What I thought made a trip “successful” versus what actually made it sustainable with MS

There’s a very specific kind of travel joy that has nothing to do with sightseeing. It looks like slathering a baguette with crystal salt butter in a sunlit kitchen, music playing, doors open, and you find yourself dancing because the moment feels that good. Matt and I had a whole playlist of French hip hop on repeat, and somehow that became the soundtrack of the trip. That kitchen scene is still one of my most “French” memories from a summer in Civray, a small town in central France.

It also happens to be one of the summers that changed how I travel with multiple sclerosis. Not because I did more, but because I stopped treating rest like a reward and started treating it like part of the trip.

Living with MS can feel like living with a variable energy setting. Some days your body feels steady and acts predictably. Other days, it changes the plan for you. Symptoms show up at inconvenient times. That unpredictability feels bigger when you’re far from home, especially on the kind of trips where everything is scheduled down to the minute.

For a long time, I thought a “successful” vacation meant packing in the itinerary. Early mornings, long walking days, multiple stops, the pressure to make the moment count because I’m someplace new and I traveled far to be there. I treated rest like something you earn after you do enough.

Then I had a summer in rural France that quietly rewired that definition.

Monica Lynne, latina looking back on a quiet street in Le Dorat, rural France, with a church tower in the background
Countryside France Taught Me a Better Way to Travel With MS

I was housesitting in Civray, and it was one of my first pet sits. I’d been trusted to care for a sweet brown puppy named Milo in a gorgeous countryside chateau. Most days were simple: slow walks, open air, a pace that did not ask me to prove anything. And yes, dancing in the kitchen while eating French bread.

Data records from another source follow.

proptest! {
    #![proptest_config(config(1000))]

    #[test]
    fn every_pair_returns_the_same_state_over_the_whole_domain((c, ph, dic) in anywhere()) {
        let w = water(&c);
        let Ok(base) = w.solve(
            Measured::ph(ph, None).unwrap(),
            Measured::dic_umol_kg(dic).unwrap(),
        ) else {
            // A state whose alkalinity is beyond the accepted range.
            return Ok(());
        };
        prop_assert!((base.ph_nbs - ph).abs() < 1e-12);
        let pairs = check_every_pair(&w, &base, |s| s.ph_nbs, mismatch)?;
        // pH, DIC, HCO3 and the four gas parameters are always valid inputs.
        prop_assert!(pairs >= 10, "only {pairs} pairs checked");
    }
}

proptest! {
    #![proptest_config(config(500))]

    #[test]
    fn another_temperature_and_back_returns_the_state(c in case(), t2 in 0.0..40.0f64) {
        let w = water(&c);
        let Ok(base) = w.solve(
            Measured::alkalinity_umol_kg(c.ta).unwrap(),
            Measured::dic_umol_kg(c.ta * c.dic_ratio).unwrap(),
        ) else { return Ok(()); };
        prop_assume!(base.ph_nbs > 4.0 && base.ph_nbs < 10.5);
        let Ok(moved) = base.at(Conditions::new(t2, 0.0).unwrap()) else { return Ok(()); };
        let back = moved.at(*w.conditions()).unwrap();
        prop_assert!(mismatch(&base, &back).is_none(), "{}", mismatch(&base, &back).unwrap());
        prop_assert!((moved.dic_umol_kg / base.dic_umol_kg - 1.0).abs() < 1e-12);
        prop_assert!((moved.alkalinity_umol_kg / base.alkalinity_umol_kg - 1.0).abs() < 1e-9);
    }
}

/// Inside the domain most of the time, anything at all otherwise.
fn in_domain(lo: f64, hi: f64) -> impl Strategy<Value = f64> {
    prop_oneof![3 => lo..hi, 1 => any_value()]
}

/// Keys that are null, legitimately, when no calcium was given (every key
/// is written, null where the state has no value; the charge balance is
/// null unless major ions were given).
const NULL_WITHOUT_CALCIUM: [&str; 19] = [
    "omega_calcite",
    "omega_aragonite",
    "si_calcite",
    "si_aragonite",
    "calcium_umol_kg",
    "calcium_hardness_mg_l_caco3",
    "calcium_free_umol_kg",
    "calcium_activity",
    "cahco3_umol_kg",
    "caco3_pair_umol_kg",
    "saturation_ph_nbs",
    "langelier_index",
    "precipitation_potential_mg_l_caco3",
    "charge_balance_percent",
    // The toxic fractions: no ammonia or sulfide is given here.
    "nh3_fraction",
    "nh3_mg_l_n",
    "nh3_mg_l",
    "h2s_fraction",
    "h2s_mg_l",
];

/// Keys that may be null even with calcium: no pH 4–13 saturates the water
/// (a warning says so), the charge balance of ions not given, the
/// precipitation potential not asked for. Every key is written, null where
/// the state has no value; their values, when present, are checked on the
/// state itself, since serde writes NaN as null too.
const NULL_WITH_CALCIUM: [&str; 9] = [
    "saturation_ph_nbs",
    "langelier_index",
    "charge_balance_percent",
    "precipitation_potential_mg_l_caco3",
    // The toxic fractions: no ammonia or sulfide is given here.
    "nh3_fraction",
    "nh3_mg_l_n",
    "nh3_mg_l",
    "h2s_fraction",
    "h2s_mg_l",
];
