#[test]
fn a_bad_profile_names_the_key_and_the_line() {
    let cases: &[(&str, &str, &str, &str)] = &[
        // (text, line, key, part of the problem)
        (
            "description = \"x\"\n\n[limits]\nfree_co2_high = 12\n",
            "line 4",
            "limits.free_co2_high",
            "unknown field",
        ),
        (
            "[limits]\nph_low_nbs = 6.5\nnh3_high_mg_l_n = \"low\"\n",
            "line 3",
            "limits.nh3_high_mg_l_n",
            "invalid type",
        ),
        (
            "[plausibility]\n\npco2_high_uatm = -5\n",
            "line 3",
            "plausibility.pco2_high_uatm",
            "outside the accepted range 0 to 10000000 µatm",
        ),
        (
            "[limits]\nph_low_nbs = 9.5\n",
            "line 2",
            "limits.ph_low_nbs",
            "not below ph_high_nbs 9",
        ),
        (
            "based_on = \"trout\"\n",
            "line 1",
            "based_on",
            "general, cold-water-fish, shellfish-hatchery",
        ),
        (
            "off = [\"ph_low\", \"too_warm\"]\n",
            "line 1",
            "off",
            "`too_warm` is not a flag",
        ),
        (
            "[limitz]\nph_low_nbs = 6\n",
            "line 1",
            "limitz",
            "unknown field",
        ),
        (
            "[limits]\nfree_co2_high_mg_l = \n",
            "line 2",
            "limits.free_co2_high_mg_l",
            "",
        ),
    ];
    for (text, line, key, problem) in cases {
        let m = bad(text);
        assert!(m.starts_with("profile bad.toml"), "{m}");
        assert!(m.contains(&format!("{line}, key `{key}`")), "{text:?}: {m}");
        assert!(m.contains(problem), "{text:?}: {m}");
    }
    // A file that is not there names itself and the built-in names.
    let m = Profile::from_arg("no-such-profile.toml")
        .unwrap_err()
        .to_string();
    assert!(
        m.contains("no-such-profile.toml") && m.contains("cold-water-fish"),
        "{m}"
    );
}

#[test]
fn the_json_flags_array_has_code_message_value_and_threshold() {
    let s = afternoon_pond();
    let v = serde_json::to_value(&s).unwrap();
    let keys: Vec<&String> = v.as_object().unwrap().keys().collect();
    // `flags` follows `warnings`, and the profile's name closes the object.
    let n = keys.len();
    let last: Vec<&str> = keys[n - 3..].iter().map(|k| k.as_str()).collect();
    assert_eq!(last, ["warnings", "flags", "flags_profile"]);
    assert_eq!(v["flags_profile"], "general");
    let array = v["flags"].as_array().unwrap();
    assert_eq!(array.len(), 1);
    let f = array[0].as_object().unwrap();
    let names: Vec<&String> = f.keys().collect();
    assert_eq!(names, ["code", "message", "value", "threshold"]);
    assert_eq!(f["code"], "nh3_high");
    assert!(f["message"].as_str().unwrap().contains("mg/L as N"));
    assert_eq!(f["value"].as_f64(), s.nh3_mg_l_n);
    assert_eq!(f["threshold"].as_f64(), Some(0.05));
    // A profile given: the Judged view.
    let trout = Profile::built_in("cold-water-fish").unwrap();
    let v = serde_json::to_value(travertine::output::Judged::new(&dawn_pond(), &trout)).unwrap();
    assert_eq!(v["flags"][0]["threshold"], 10.0);
    assert_eq!(v["flags_profile"], "cold-water-fish");
}

#[test]
fn sea_water_with_ammonia_is_judged_too() {
    let sea = Water::saline(Conditions::new(28.0, 35.0).unwrap())
        .unwrap()
        .with_composition(
            Composition::default()
                .with_ammonia(Amount::PerKg(100e-6))
                .unwrap(),
        )
        .solve(
            Measured::ph(8.2, Some(PhScale::Total)).unwrap(),
            Measured::alkalinity_umol_kg(2300.0).unwrap(),
        )
        .unwrap();
    // 100 µmol/kg of TAN (1.4 mg/L as N) at pH 8.2: about 0.1 mg/L NH3-N.
    assert!(sea.nh3_mg_l_n.unwrap() > 0.05);
    assert_eq!(codes(&flags(&sea, &Profile::default())), vec!["nh3_high"]);
}

#[test]
fn the_codes_alone_are_the_codes_of_the_flags() {
    let states = [
        dawn_pond(),
        afternoon_pond(),
        sample(&brown_lake()),
        sample(&[
            (Input::Temperature, "20"),
            (PH, "5.0"),
            (ALK, "500 umol/kg"),
        ]),
    ];
    for name in Profile::BUILT_IN_NAMES {
        let p = Profile::built_in(name).unwrap();
        for s in &states {
            let mut c = Vec::new();
            travertine::decisions::codes_into(s, &p, &mut c);
            assert_eq!(c, codes(&flags(s, &p)), "{name}");
        }
    }
}
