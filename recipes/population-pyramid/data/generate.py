"""Write population.csv: invented population by age band and sex (fixed seed).

Two columns of counts: the Esker Bay coastal catchment (older than average, as retirement
coasts often are) and the whole invented province of Velmora for reference. Rewrites the file
byte for byte.
"""
from pathlib import Path

import numpy as np
import pandas as pd

SEED = 20240414
LOWER = list(range(0, 90, 5))  # 0-4 ... 80-84, then 85+


def band_labels() -> list[str]:
    return [f"{a}-{a + 4}" for a in LOWER[:-1]] + [f"{LOWER[-1]}+"]


def expected(total: float, ageing: float, female_bonus: float) -> np.ndarray:
    """Smooth age structure: a survival curve tilted towards older ages by ``ageing``."""
    mid = np.array(LOWER, dtype=float) + 2.5
    base = np.exp(-((mid / 78.0) ** 4.5)) * (1 + ageing * mid / 60.0)
    base[-1] *= 1.8  # the open 85+ band collects everyone older
    shares = np.stack([base, base * (1 + female_bonus * (mid / 85.0) ** 3)], axis=1)
    return total * shares / shares.sum()


def simulate(rng: np.random.Generator) -> pd.DataFrame:
    catchment = rng.poisson(expected(48_000, 0.9, 0.6))
    province = rng.poisson(expected(1_240_000, 0.2, 0.5))
    rows = []
    for i, band in enumerate(band_labels()):
        for j, sex in enumerate(("male", "female")):
            rows.append((band, sex, int(catchment[i, j]), int(province[i, j])))
    return pd.DataFrame(rows, columns=["age_band", "sex", "catchment", "province"])


if __name__ == "__main__":
    here = Path(__file__).resolve().parent
    frame = simulate(np.random.default_rng(SEED))
    tmp = here / "population.csv.tmp"
    frame.to_csv(tmp, index=False, lineterminator="\n")
    tmp.replace(here / "population.csv")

I remember the moment the shift happened. One evening as the sun went down, Matt and I walked with Milo down a narrow grassy track that opened out near the edge of a farm. Milo took off through a field of rapeseed flower blooms, a dense sea of bright yellow that looks unreal in the sun. The plants were waving in the wind, taller than you expect, the whole field moving in sync. He ran straight through it, disappearing and reappearing, pure puppy joy.

I stood at the edge with my cane in one hand and the long leash in the other, and I took a deep breath and let the scene land. And in that moment, I felt something I hadn’t felt in a long time: lightness.

Not “endless stamina” lightness. More like my body wasn’t bracing. I wasn’t scanning for what might go wrong. I wasn’t negotiating with myself every few minutes. I was just there, and I felt okay inside myself.

And that’s the part I want to name clearly, because it’s easy to miss if you think travel only “counts” when it looks a certain way. That summer showed me that the success of a trip isn’t always measured in how far you went or how many excursions you did. Sometimes it’s measured in how relaxed you felt and how many moments of joy you get to take home with you.

What I expected vs what I got

What I expected:
A trip that looked impressive. A schedule that stayed full. A version of me who could keep up.

What I got:
A home base. Space between moments. Enough calm that my body wasn’t on high alert all day.

That’s the shift. Slow travel is not a consolation prize. It’s a stable strategy. It creates room for rest before you’re depleted. It gives you flexibility when symptoms change. It lets you enjoy where you are instead of spending the whole trip trying to keep up with it.

The Short & Sweet

Choose one home base and stay put longer than you think you should. Plan one main thing a day and let the rest be optional. Build in rest before you’re wiped. Slow travel works because it gives you room to adjust in real time, without turning every day into a test of endurance.

Brown Labrador puppy resting on a couch by a lit fireplace in a countryside chateau in France
Milo’s favorite spot: the couch by the fire.